» **Dataset entries**
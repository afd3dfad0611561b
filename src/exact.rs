//! Exact linear algebra over the rationals for stoichiometric analysis.
//!
//! A stoichiometric matrix `S` has one row per species and one column per reaction, with
//! entry `ν_ij` the (signed) coefficient of species `i` in reaction `j`. The questions asked
//! of it — how many reactions are independent (`rank S`), which reactions are combinations of
//! which (`col_j = Σ_k c_k col_{p_k}`), and which linear combinations of species amounts are
//! conserved (`yᵀ S = 0`) — are exact, combinatorial questions. A floating tolerance can turn a
//! dependent reaction into an independent one (or back), so everything here is computed with
//! arbitrary-precision rationals and integers and no rounding at all.
//!
//! # Method
//!
//! Each row is first scaled by the least common multiple of its denominators, which leaves the
//! row space unchanged and gives a sparse integer row. Gaussian elimination then runs
//! fraction-free on those sparse rows: eliminating column `c` from row `r` with pivot row `p`
//! forms `r' = (p_c / g) r − (r_c / g) p`, with `g = gcd(p_c, r_c)`, and divides `r'` by the gcd
//! of its entries (its content) so that numbers stay small. Columns are visited left to right
//! and, among the rows that lead in the current column, the sparsest becomes the pivot, which
//! limits fill-in on the very sparse matrices that reaction networks give (common practice).
//! Rows are kept in buckets by leading column, so zeros are never visited.
//!
//! The forward pass alone gives the rank. Back-substitution (clearing every pivot column above
//! its pivot) gives the reduced row echelon form `R = E S` with `E` invertible; because `E`
//! preserves every linear relation among columns, a non-pivot column `j` of `S` satisfies
//! `col_j(S) = Σ_k R_kj col_{p_k}(S)`, and the null space `{x : S x = 0}` has one basis vector per
//! free column `f`: `x_f = 1`, `x_{p_k} = −R_kf`, all other entries zero (standard linear algebra,
//! from memory).

use num_bigint::BigInt;
use num_integer::Integer;
use num_rational::Ratio;
use num_traits::{One, Signed, ToPrimitive, Zero};
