/// The findings of the analyses, errors first.
fn findings_of(net: &Network, a: FindingInputs<'_>) -> Vec<Finding> {
    let FindingInputs {
        rank,
        dependent,
        bal,
        el,
        unreachable_species,
        dead_reactions,
        cycles,
        from_species,
    } = a;
    let sp = |j: usize| net.species[j].name.clone();
    let rx = |i: usize| net.reactions[i].id.clone();
    let mut findings: Vec<Finding> = Vec::new();
    let mut add = |severity, message: String| findings.push(Finding { severity, message });
    for note in &net.notes {
        add(Severity::Info, note.clone());
    }

    for b in bal {
        let r = &net.reactions[b.reaction];
        if !b.checked {
            let names: Vec<String> = b.missing_formula.iter().map(|&j| sp(j)).collect();
            add(
                Severity::Info,
                format!(
                    "atom balance of `{}` not checked: no formula for {}",
                    r.id,
                    names.join(", ")
                ),
            );
        } else if !b.balanced {
            let parts: Vec<String> = b
                .imbalance
                .iter()
                .map(|(e, n)| format!("{e} {n:+}"))
                .collect();
            add(
                Severity::Error,
                format!(
                    "`{}` ({}) is not atom-balanced: {} (products minus reactants)",
                    r.id,
                    r.equation,
                    parts.join(", ")
                ),
            );
        }
    }
    for d in dependent {
        if d.combination.len() == 1 {
            let (i, c) = d.combination.get(0);
            let what = if c.is_one() {
                "the same reaction as".to_string()
            } else {
                format!("{c} times")
            };
            add(
                Severity::Warning,
                format!(
                    "duplicate reaction: `{}` is {what} `{}`; both rates act on the species",
                    rx(d.reaction),
                    rx(i)
                ),
            );
        }
    }
    if let Some(bound) = el.bound
        && rank > bound
    {
        add(
            Severity::Error,
            format!(
                "{} independent reactions, but the elements allow at most {bound} (species − rank of the element matrix)",
                rank
            ),
        );
    }
    for c in cycles {
        if !c.consistent {
            let d = dependent
                .iter()
                .find(|d| d.reaction == c.reaction)
                .expect("checked");
            add(
                Severity::Error,
                format!(
                    "equilibrium constants disagree around a cycle (Wegscheider): {} requires K_{} = {:.6e} at {:.2} K from the others, but the file gives {:.6e}",
                    combination_text(net, d),
                    rx(c.reaction),
                    c.k_combined,
                    c.temperature,
                    c.k_given
                ),
            );
        }
        if let Some((given, combined)) = c.dh
            && (given - combined).abs() > 1e-6 * given.abs().max(combined.abs()).max(1.0)
        {
            add(
                Severity::Warning,
                format!(
                    "heats of reaction disagree with Hess's law for `{}`: given {:.6e} J/mol, combination gives {:.6e} J/mol (a missing dH counts as 0); the K's can then agree at one temperature only",
                    rx(c.reaction),
                    given,
                    combined
                ),
            );
        }
    }
    for c in from_species {
        let r = &net.reactions[c.reaction];
        if let Some((given, species)) = c.k
            && !c.k_consistent()
        {
            add(
                Severity::Error,
                format!(
                    "`{}`: K_eq = {:.6e} given at {:.2} K, but the species data give {:.6e} \
                     (ΔG° = ΔH° − TΔS°; they must agree within {} relative)",
                    r.id,
                    given,
                    c.temperature,
                    species,
                    thermo::K_SPECIES_TOLERANCE
                ),
            );
        }
        if let Some((given, species)) = c.dh
            && !c.dh_consistent()
        {
            add(
                Severity::Warning,
                format!(
                    "`{}`: dH = {:.4} kJ/mol given at {:.2} K, but the species data give {:.4} \
                     kJ/mol (Kirchhoff from the enthalpies of formation; they should agree \
                     within {} kJ/mol); rxnet uses the given dH",
                    r.id,
                    given / 1e3,
                    c.temperature,
                    species / 1e3,
                    thermo::DH_SPECIES_TOLERANCE / 1e3
                ),
            );
        }
    }
    // Species usage.
    let entering = net.fed_species();
    // Per species, in one pass over the reactions: written in any, consumed net by any.
    let mut written = vec![false; net.species.len()];
    let mut consumed = vec![false; net.species.len()];
    for r in &net.reactions {
        for t in r.reactants.iter().chain(r.products.iter()) {
            written[t.species] = true;
        }
        for &(j, _) in &r.net {
            if r.nu(j) < 0.0 {
                consumed[j] = true;
            }
        }
    }
    for (j, s) in net.species.iter().enumerate() {
        let in_any = written[j];
        let fed = entering[j];
        if !in_any && !fed {
            add(
                Severity::Warning,
                format!(
                    "species `{}` is in no reaction and not fed: it plays no part",
                    s.name
                ),
            );
        } else if !in_any && fed {
            add(
                Severity::Info,
                format!(
                    "species `{}` is fed and in no reaction: treated as an inert",
                    s.name
                ),
            );
        } else if fed && !consumed[j] {
            add(
                Severity::Info,
                format!(
                    "fed species `{}` is consumed by no reaction (only made, or a catalyst)",
                    s.name
                ),
            );
        }
    }
    let key = net.key;
    if !net.reactions.iter().any(|r| r.nu(key) < 0.0) {
        add(
            Severity::Error,
            format!(
                "key species `{}` is a net reactant of no reaction, so its conversion means nothing",
                sp(key)
            ),
        );
    }
    if !entering[key] {
        add(
            Severity::Error,
            format!(
                "key species `{}` is not fed: conversion (F_A0 − F_A)/F_A0 is undefined",
                sp(key)
            ),
        );
    }
    if let Some(d) = net.desired
        && !net.reactions.iter().any(|r| r.nu(d) > 0.0)
    {
        add(
            Severity::Error,
            format!("desired product `{}` is made by no reaction", sp(d)),
        );
    }
    for &j in unreachable_species {
        add(
            Severity::Warning,
            format!("species `{}` can never form from this feed", sp(j)),
        );
    }
    for &i in dead_reactions {
        add(
            Severity::Warning,
            format!("reaction `{}` can never run from this feed", rx(i)),
        );
    }
    for r in &net.reactions {
        if r.rate.k_ref == 0.0 {
            add(
                Severity::Warning,
                format!("reaction `{}` has k = 0: it never runs", r.id),
            );
        }
    }
    if net.reactions.iter().any(|r| r.dh.is_some_and(|h| h < 0.0)) {
        add(
            Severity::Info,
            if net.heat.balance().is_some() {
                format!(
                    "exothermic reactions present: the {} energy balance gives screening temperatures (hot spot, adiabatic rise); \
                     assess thermal runaway, decomposition and pressure relief with a process-safety review under your local codes",
                    net.heat.name()
                )
            } else {
                "exothermic reactions present: this study is isothermal, which assumes the heat is removed (set `reactor.heat` for an energy balance); \
                 assess thermal runaway and pressure relief with a process-safety review under your local codes"
                    .to_string()
            },
        );
    }
    findings.sort_by_key(|f| std::cmp::Reverse(f.severity));
    findings
}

» **Task item**
Emit an exact copy of the lines spanning the start of the records to the line containing "(p_c / g) r − (r_c", inclusive, and no other output.

» **Exercise solution**
repository afd3dfad0611561b
filename src/exact.rs
//! Exact linear algebra over the rationals for stoichiometric analysis.
//!
//! A stoichiometric matrix `S` has one row per species and one column per reaction, with
//! entry `ν_ij` the (signed) coefficient of species `i` in reaction `j`. The questions asked
//! of it — how many reactions are independent (`rank S`), which reactions are combinations of
//! which (`col_j = Σ_k c_k col_{p_k}`), and which linear combinations of species amounts are
//! conserved (`yᵀ S = 0`) — are exact, combinatorial questions. A floating tolerance can turn a
//! dependent reaction into an independent one (or back), so everything here is computed with
//! arbitrary-precision rationals and integers and no rounding at all.
//!
//! # Method
//!
//! Each row is first scaled by the least common multiple of its denominators, which leaves the
//! row space unchanged and gives a sparse integer row. Gaussian elimination then runs
//! fraction-free on those sparse rows: eliminating column `c` from row `r` with pivot row `p`
//! forms `r' = (p_c / g) r − (r_c / g) p`, with `g = gcd(p_c, r_c)`, and divides `r'` by the gcd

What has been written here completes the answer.